Current continuous wave type sources make use of hydraulic, pneumatic, piezo-electric or magnetostrictive drivers and different types of resonance systems to store acoustic energy and to improve impedance matching, when generating low-frequency sound waves in water. The power output of a simple acoustic source is proportional to the squares of volume, velocity, and frequency and needs a large vibrating area to achieve reasonable levels. As a result, the sound source can become unacceptably large and expensive.

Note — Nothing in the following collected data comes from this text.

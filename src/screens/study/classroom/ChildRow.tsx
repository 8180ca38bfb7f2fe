import { useState } from 'react';
import type { Child, Classroom } from '../../../model/classroom.ts';
import { renameChild } from '../../../tasks/index.ts';
import { Button } from '../../../ui/Button.tsx';
import { TextField } from '../../../ui/Field.tsx';
import { useServices } from '../../services.ts';
import { useDoing } from '../useDoing.tsx';

interface Props {
  readonly classroom: Classroom;
  readonly child: Child;
  readonly onWithdraw: () => void;
}

/** One child: pseudonym and stratum, to be changed in place. */
export function ChildRow({ classroom, child, onWithdraw }: Props) {
  const { words } = useServices();
  const [changing, setChanging] = useState(false);
  return (
    <li>
      {changing ? (
        <ChangeChild classroom={classroom} child={child} onDone={() => setChanging(false)} />
      ) : (
        <>
          <span className="grow">
            <strong>{child.pseudonym}</strong>
            {child.stratum !== null && <span className="second"> · {child.stratum}</span>}
          </span>
          <Button
            look="quiet"
            aria-label={words.study.changeOf({ name: child.pseudonym })}
            onClick={() => setChanging(true)}
          >
            {words.study.change}
          </Button>
          <Button
            look="quiet"
            aria-label={words.study.withdrawOf({ name: child.pseudonym })}
            onClick={onWithdraw}
          >
            {words.study.withdraw}
          </Button>
        </>
      )}
    </li>
  );
}

function ChangeChild({
  classroom,
  child,
  onDone,
}: Omit<Props, 'onWithdraw'> & { readonly onDone: () => void }) {
  const { words, deps } = useServices();
  const { run, notice } = useDoing();
  const [pseudonym, setPseudonym] = useState(child.pseudonym);
  const [stratum, setStratum] = useState(child.stratum ?? '');
  const save = async () => {
    const kept = await run(
      renameChild(deps, classroom.id, child.id, {
        pseudonym,
        stratum: stratum.trim() === '' ? null : stratum,
      }),
    );
    if (kept.ok) onDone();
  };
  return (
    <form
      className="stack-tight grow"
      onSubmit={(event) => {
        event.preventDefault();
        void save();
      }}
    >
      <TextField
        label={words.study.pseudonym}
        maxLength={200}
        autoFocus
        value={pseudonym}
        onChange={(event) => setPseudonym(event.target.value)}
      />
      <TextField
        label={words.study.stratum}
        maxLength={200}
        value={stratum}
        onChange={(event) => setStratum(event.target.value)}
      />
      {notice}
      <div className="row">
        <Button type="submit">{words.common.save}</Button>
        <Button look="quiet" onClick={onDone}>
          {words.common.cancel}
        </Button>
      </div>
    </form>
  );
}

Seismic sources in the form of an underwater gas-filled balloon (or bubble) have been proposed and patented, for example in U.S. Pat. Nos. 8,441,892, 8,331,198, and 8,634,276, the entire disclosures of which are hereby incorporated by reference herein. A resonant bubble seismic source is a simple, efficient, narrow-band projector. The resonant bubble seismic source, also called a bubble resonator, may have a Q factor in shallow water that is approximately equal to 40 and its frequency band may be narrow.

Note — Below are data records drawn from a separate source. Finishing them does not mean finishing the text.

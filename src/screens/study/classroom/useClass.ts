import type { Result } from '../../../kernel/result.ts';
import type { Classroom } from '../../../model/classroom.ts';
import type { Study } from '../../../model/study.ts';
import { useServices } from '../../services.ts';

export interface ClassOfStudy {
  readonly classroom: Classroom;
  readonly study: Study;
}

/** A class with its study; null when either is not here, or no more. */
export function useClass(id: string): Result<ClassOfStudy | null> | undefined {
  return useServices().useStored<ClassOfStudy | null>(
    async (store) => {
      const classroom = await store.classroom(id);
      if (!classroom.ok) return classroom;
      if (classroom.value === null || classroom.value.removed) return { ok: true, value: null };
      const study = await store.study(classroom.value.study);
      if (!study.ok) return study;
      if (study.value === null || study.value.removed) return { ok: true, value: null };
      return { ok: true, value: { classroom: classroom.value, study: study.value } };
    },
    [id],
  );
}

Seismic survey applications may demand a large frequency band and underwater bubble sources may be mechanically tuned over a large frequency band. To cover a large frequency band, a tunable air-bubble resonator has been patented, for example in U.S. Pat. No. 8,634,276. In that system, a projector changes its resonance frequency by mechanically changing a length of an air-duct between two inside resonators. A computer-controlled, electromechanical actuator moves a cylindrical sleeve along a tube conducting air between the two inside resonators, keeping the projector in resonance at the instantaneous frequency of a swept frequency signal. The computer synthesizes the linear frequency-modulated signal, compares the phase between transmitted and reference signals, and, using a Phase-Lock Loop (PLL) system, keeps the bubble resonator frequency in resonance with the driver frequency.

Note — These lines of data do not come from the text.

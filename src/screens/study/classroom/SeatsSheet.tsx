import type { Classroom } from '../../../model/classroom.ts';
import { Sheet } from '../../../ui/Sheet.tsx';
import { PlanView } from '../../plan/PlanView.tsx';
import { useWords } from '../../services.ts';
import { pseudonymsOf } from '../seats/pseudonymsOf.ts';

/** The seating plan as it stands, and the way to its editor. */
export function SeatsSheet({ classroom }: { readonly classroom: Classroom }) {
  const { study } = useWords();
  const { plan } = classroom;
  const labels = pseudonymsOf(classroom);
  return (
    <Sheet title={study.seats} className="seats-picture">
      <div className="stack-tight">
        <p className="second">
          {plan === null
            ? study.seatsNone
            : study.seatsSome({
                seated: plan.seats.filter((seat) => seat.child !== null).length,
                children: labels.size,
              })}
        </p>
        {plan !== null && (
          <PlanView
            plan={plan}
            labels={labels}
            label={study.planPicture({ klass: classroom.name })}
            fitHeight="18rem"
          />
        )}
        <p>
          <a className="button" href={`#/study/class/${classroom.id}/seats`}>
            {study.seatsOpen}
          </a>
        </p>
      </div>
    </Sheet>
  );
}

This tunable bubble seismic source works reasonably well at frequencies higher than 20 Hz, but at lower frequencies turbulent losses demand large dimensions for the tunable air duct and for the whole resonator. Dimensions for a seismic source with a frequency band of 5-20 Hz will be more than the maximum limit for a standard air-gun deployment system (e.g., 4 tons). At the same time, there is a great interest and demand for much lower frequencies (e.g., down to 1 Hz). Furthermore, tunable resonance systems (e.g., high-Q tunable systems) may have many other disadvantages. For example: they may be too sensitive to towing depth and water flow fluctuations; they may have limitations on their frequency sweep rate; they may transmit only specific waveforms with a slowly changing frequency; they may need a special resonant frequency control system to keep the resonant frequency equal to the instant frequency of a transmitted signal; and they may have a large start/stop transient time.